Dragon Wasps (2012) – Movie Review
A scientist enlists the help (with surprising ease) of the US army to investigate the mysterious disappearance of her father, deep in the Belizean jungle. Caught in the crossfire between a brutal guerilla army controlled by a mystical warlord, they are also confronted by an even bigger terror – giant mutated wasps that are, for some reason, thirsty for blood.
It’s a situation that everybody has found themselves in at one point or another, so it’s easy to empathise with the poorly-rendered characters. The US soldiers are lifted directly from video games from the nineties; they are gruff, manly, and completely two dimensional. The warlord, named Jaguar and rife with patois, fulfills the “magical black friend” film stereotype perfectly, with the added bonus of a missing eye to add some further tedious mystery to this boring character. The fact that the film relies on such a clichéd trope says a lot about the lack of thinking behind the film – not once, along the entire process, has anyone involved tried to do anything completely unexpected within the genre norms.
The characters can be separated thusly: the soldiers are honest, and trusting; the guerillas are duplicitous and cruel; and the scientists are naive and hot. Not once do any of the characters break any of these character traits, not even for a split-second of moral ambiguity or, heaven forbid, an interesting ethical conundrum.
In this vein, the dialogue is trite and adds nothing to the film at all. Every line is completely predictable, from the “gags” to the “deep and meaningful” ruminations on life and relationships.

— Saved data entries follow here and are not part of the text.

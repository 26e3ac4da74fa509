import { randomUUID } from 'node:crypto'
import type { ForecastId, PlaceId } from '../../../shared/types/ids'
import type { Db, DbOrTransaction } from '../../db/client'
import { packBlock } from '../../db/forecast-block'
import { findForecastAge, insertForecast } from '../../db/queries/forecasts'
import { findNewestHour, upsertHours } from '../../db/queries/hourly-weather'
import { listPlacesInUse, updateElevation, type PlaceRow } from '../../db/queries/places'
import { insertPull, updatePull } from '../../db/queries/weather-pulls'
import { FORECAST_VARIABLES, RUN_VARIABLES, type Outcome, type PlaceAnswer, type WeatherGateway, type WeatherVariable } from '../../gateways/weather/weather-gateway'
import { keepDays } from './keep-days'

/** Past days that the soil model starts from, and the most that the service gives. */
const FIRST_PAST_DAYS = 61
const MOST_PAST_DAYS = 92
const HOUR_MS = 3_600_000
const DAY_MS = 24 * HOUR_MS
/** Runs are asked for again when a newer cycle is out, or after this long when nobody says. */
const RUNS_AGE_MS = 6 * HOUR_MS

export interface PullDeps { db: Db, now: Date, gateway: WeatherGateway, model: { forecast: string, runs: string } }

/**
 * Pulls every place in use: the forecast with the past hours that are missing, and the runs when there are newer ones.
 *
 * All that a pull brings is stored in one transaction, or nothing is. Each try leaves its row in the pulls.
 *
 * @returns how many places were stored
 * @throws {Error} with a plain sentence when the service gave nothing that can be used
 */
export async function pullWeather(deps: PullDeps): Promise<number> {
  const { db, now } = deps
  const places = listPlacesInUse(db)
  const pull = insertPull(db, now, places.length)
  const got = await ask(deps, places)
  if (!got.ok) {
    updatePull(db, pull, { endedAt: now, outcome: 'failed', stored: 0, detail: got.trouble })
    throw new Error(got.trouble)
  }
  db.transaction((tx) => {
    for (const answer of got.value.forecasts) storeForecast(tx, deps, answer, got.value.forecastIssuedAt)
    for (const answer of got.value.runs) storeBlock(tx, deps, answer, 'runs', RUN_VARIABLES, got.value.runsIssuedAt, firstHourAhead(answer, now))
    updatePull(tx, pull, { endedAt: now, outcome: 'done', stored: places.length, detail: null })
  }, { behavior: 'immediate' })
  return places.length
}

interface Got { forecasts: PlaceAnswer[], runs: PlaceAnswer[], forecastIssuedAt: Date | null, runsIssuedAt: Date | null }

async function ask({ db, now, gateway }: PullDeps, places: PlaceRow[]): Promise<Outcome<Got>> {
  if (places.length === 0) return { ok: true, value: { forecasts: [], runs: [], forecastIssuedAt: null, runsIssuedAt: null } }
  const forecasts: PlaceAnswer[] = []
  for (const [pastDays, some] of byPastDays(db, places, now)) {
    const outcome = await gateway.forecast(some, pastDays)
    if (!outcome.ok) return outcome
    forecasts.push(...outcome.value)
  }
  const runsIssuedAt = await gateway.issuedAt('runs')
  const wanting = places.filter(place => wantsRuns(db, place.id, now, runsIssuedAt))
  const runs = wanting.length > 0 ? await gateway.runs(wanting) : { ok: true as const, value: [] }
  if (!runs.ok) return runs
  return { ok: true, value: { forecasts, runs: runs.value, forecastIssuedAt: await gateway.issuedAt('forecast'), runsIssuedAt } }
}

/** Places by the days that each lacks, so that a place that was kept up needs little. */
function byPastDays(db: Db, places: PlaceRow[], now: Date): Map<number, PlaceRow[]> {
  const groups = new Map<number, PlaceRow[]>()
  for (const place of places) {
    const newest = findNewestHour(db, place.id)
    const days = newest ? Math.min(MOST_PAST_DAYS, Math.ceil((now.getTime() - newest.getTime()) / DAY_MS) + 1) : FIRST_PAST_DAYS
    groups.set(days, [...groups.get(days) ?? [], place])
  }
  return groups
}

function wantsRuns(db: Db, placeId: PlaceId, now: Date, issuedAt: Date | null): boolean {
  const stored = findForecastAge(db, placeId, 'runs', now)
  if (!stored) return true
  if (issuedAt && stored.issuedAt) return issuedAt > stored.issuedAt
  return now.getTime() - stored.fetchedAt.getTime() >= RUNS_AGE_MS
}

function firstHourAhead(answer: PlaceAnswer, now: Date): number {
  return Math.max(0, Math.floor((now.getTime() / 1000 - answer.startsAt) / 3600))
}

function storeForecast(tx: DbOrTransaction, deps: PullDeps, answer: PlaceAnswer, issuedAt: Date | null): void {
  const over = firstHourAhead(answer, deps.now)
  const run = answer.runs[0]! as Record<WeatherVariable, Float64Array>
  upsertHours(tx, Array.from({ length: over }, (_, i) => ({
    placeId: answer.placeId, startsAt: new Date((answer.startsAt + i * 3600) * 1000), source: 'analysis' as const, issuedAt, fetchedAt: deps.now,
    rainMm: run.rainMm[i]!, temperatureC: run.temperatureC[i]!, humidityPct: run.humidityPct[i]!, windMs: run.windMs[i]!,
    windDirectionDeg: run.windDirectionDeg[i]!, gustMs: run.gustMs[i]!, radiationWm2: run.radiationWm2[i]!,
  })))
  storeBlock(tx, deps, answer, 'forecast', FORECAST_VARIABLES, issuedAt, over)
  if (answer.elevationM !== null) updateElevation(tx, answer.placeId, answer.elevationM)
  keepDays(tx, answer, over, issuedAt, deps.now)
}

/** Keeps the hours from `from` on; those before it are over. */
function storeBlock(tx: DbOrTransaction, { now, gateway, model }: PullDeps, answer: PlaceAnswer, kind: 'forecast' | 'runs', variables: readonly WeatherVariable[], issuedAt: Date | null, from: number): void {
  const hours = answer.hours - from
  const runs = answer.runs.map(run => Object.fromEntries(variables.map(variable => [variable, run[variable]!.subarray(from)])))
  insertForecast(tx, {
    id: randomUUID() as string as ForecastId, placeId: answer.placeId, kind, source: gateway.source, model: model[kind], issuedAt, fetchedAt: now,
    startsAt: new Date((answer.startsAt + from * 3600) * 1000), hours, runs: runs.length, variables: [...variables], data: packBlock(variables, runs, hours),
  })
}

The story progresses and there’s twists and turns, but nothing great.
Written by creature feature connoisseur Mark Atkins (Sand Sharks; Snakes on a Train; 30,000 Leagues Under the Sea) and directed by Joe Knee, the film stars Corin Nemec (Stargate SG1; Smallville; Supernatural), Dominika Juillet (Dark Angel), Benjamin Easterday (Stargate SG1; Fast & Furious 5) and Nikolette Noel (The Expendables 2). Juillet gives comparitively the best performance here, in that she seems to mostly resemble a sentient human capable of expressing and responding to the most basic of human emotions.
The film is sold as “Eight-Legged Freaks meets Predator” but isn’t as good as either of those admittedly mediocre films (Predator is completely mediocre – deal with it). It plays like a TV movie with aspirations above it’s medium, but no matter how hard it tries it falls short, every time.